Brief. Among the records that follow, set down only the lines from the one containing "names no PostgreSQL" to the one containing "yield in_schema.render_as_string(hide_password=False)", both included, exactly.

Data excerpts.
+ + +

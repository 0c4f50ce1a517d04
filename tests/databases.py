"""A store for each test: a SQLite file, or a PostgreSQL schema of its own where a server is named."""

from __future__ import annotations

import os
import uuid
from collections.abc import Callable, Iterator
from contextlib import ExitStack, closing
from pathlib import Path

import pytest
from sqlalchemy import create_engine, make_url, text

from cds.store import Store, open_store

SECRET = b"a secret for tests, 32 bytes long"
_SERVER = os.environ.get("GDMT_CARDS_TEST_POSTGRES")


@pytest.fixture(params=["sqlite", "postgresql"])
def store_url(request: pytest.FixtureRequest, tmp_path: Path) -> Iterator[str]:
    """The URL of an empty database."""
    if request.param == "sqlite":
        yield f"sqlite:///{tmp_path / 'store.db'}"
        return
    if not _SERVER:
        pytest.skip("GDMT_CARDS_TEST_POSTGRES names no PostgreSQL server")
    schema = f"store_{uuid.uuid4().hex}"
    server = create_engine(_SERVER)
    try:
        with server.begin() as connection:
            connection.execute(text(f"CREATE SCHEMA {schema}"))
        in_schema = make_url(_SERVER).update_query_dict({"options": f"-csearch_path={schema}"})
        yield in_schema.render_as_string(hide_password=False)
        with server.begin() as connection:
            connection.execute(text(f"DROP SCHEMA {schema} CASCADE"))
    finally:
        server.dispose()


@pytest.fixture
def opened(store_url: str) -> Iterator[Callable[..., Store]]:
    """Open the store; closed after the test. Its tables are whatever they are."""
    with ExitStack() as stores:

        def open_it(secret: bytes = SECRET, *, keep_references: bool = False) -> Store:
            return stores.enter_context(closing(open_store(store_url, secret=secret, keep_references=keep_references)))

        yield open_it


@pytest.fixture
def store(opened: Callable[..., Store]) -> Store:
    """An empty store whose tables are in place."""
    made = opened()
    made.migrate()
    return made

+ + +

Expected answer.
        pytest.skip("GDMT_CARDS_TEST_POSTGRES names no PostgreSQL server")
    schema = f"store_{uuid.uuid4().hex}"
    server = create_engine(_SERVER)
    try:
        with server.begin() as connection:
            connection.execute(text(f"CREATE SCHEMA {schema}"))
        in_schema = make_url(_SERVER).update_query_dict({"options": f"-csearch_path={schema}"})
        yield in_schema.render_as_string(hide_password=False)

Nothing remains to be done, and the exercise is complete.